------ Task input ------

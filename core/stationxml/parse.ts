/**
 * FDSN StationXML reader (schema 1.0, 1.1 and 1.2, namespace http://www.fdsn.org/xml/station/1).
 *
 * The XML itself is parsed by fast-xml-parser; this module walks the resulting tree and keeps what
 * Daybreak uses: per channel epoch the position, orientation, sample rate, overall sensitivity and
 * the response stages. Everything else (comments, operators, equipment other than the sensor's
 * description, data availability) is skipped. Differences between the versions that matter here:
 * 1.0 may carry `StorageFormat` in a channel and `unit` attributes on `Numerator`/`Denominator`
 * (both ignored); 1.1 and 1.2 have the same schema (1.2 changed documentation only, FDSN
 * StationXML changelog "Changes from version 1.1 to 1.2").
 *
 * Every error is a {@link StationXmlError} naming the file, the line and the XML path.
 */
import { XMLParser, XMLValidator } from 'fast-xml-parser';
import { formatXmlParser } from '../xml';
import type { Micros } from '../time';
import {
  StationXmlError,
  type CfTransferFunction,
  type ChannelMeta,
  type Complex,
  type Decimation,
  type Gain,
  type Inventory,
  type NetworkMeta,
  type PzTransferFunction,
  type ResponseStage,
  type Sensitivity,
  type StageFilter,
  type StationMeta,
} from './types';

/** Elements that may repeat, so the parser always gives them as arrays. */
const REPEATED = new Set([
  'Network', 'Station', 'Channel', 'Stage', 'Zero', 'Pole', 'Numerator', 'Denominator',
  'NumeratorCoefficient', 'ResponseListElement', 'Coefficient', 'Comment', 'Identifier', 'Equipment',
  'Operator', 'Type', 'ExternalReference', 'CalibrationDate',
]);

------

» What you should do
Set the whole listing down again, unchanged.

» Task answer
filename core/stationxml/parse.ts
/**
 * FDSN StationXML reader (schema 1.0, 1.1 and 1.2, namespace http://www.fdsn.org/xml/station/1).
 *
 * The XML itself is parsed by fast-xml-parser; this module walks the resulting tree and keeps what
 * Daybreak uses: per channel epoch the position, orientation, sample rate, overall sensitivity and
 * the response stages. Everything else (comments, operators, equipment other than the sensor's
 * description, data availability) is skipped. Differences between the versions that matter here:
 * 1.0 may carry `StorageFormat` in a channel and `unit` attributes on `Numerator`/`Denominator`
 * (both ignored); 1.1 and 1.2 have the same schema (1.2 changed documentation only, FDSN
 * StationXML changelog "Changes from version 1.1 to 1.2").
 *
 * Every error is a {@link StationXmlError} naming the file, the line and the XML path.
 */
import { XMLParser, XMLValidator } from 'fast-xml-parser';
import { formatXmlParser } from '../xml';
import type { Micros } from '../time';
import {
  StationXmlError,
  type CfTransferFunction,
  type ChannelMeta,
  type Complex,
  type Decimation,
  type Gain,
  type Inventory,
  type NetworkMeta,
  type PzTransferFunction,
  type ResponseStage,
  type Sensitivity,
  type StageFilter,
  type StationMeta,
} from './types';

/** Elements that may repeat, so the parser always gives them as arrays. */
const REPEATED = new Set([
  'Network', 'Station', 'Channel', 'Stage', 'Zero', 'Pole', 'Numerator', 'Denominator',
  'NumeratorCoefficient', 'ResponseListElement', 'Coefficient', 'Comment', 'Identifier', 'Equipment',
  'Operator', 'Type', 'ExternalReference', 'CalibrationDate',
]);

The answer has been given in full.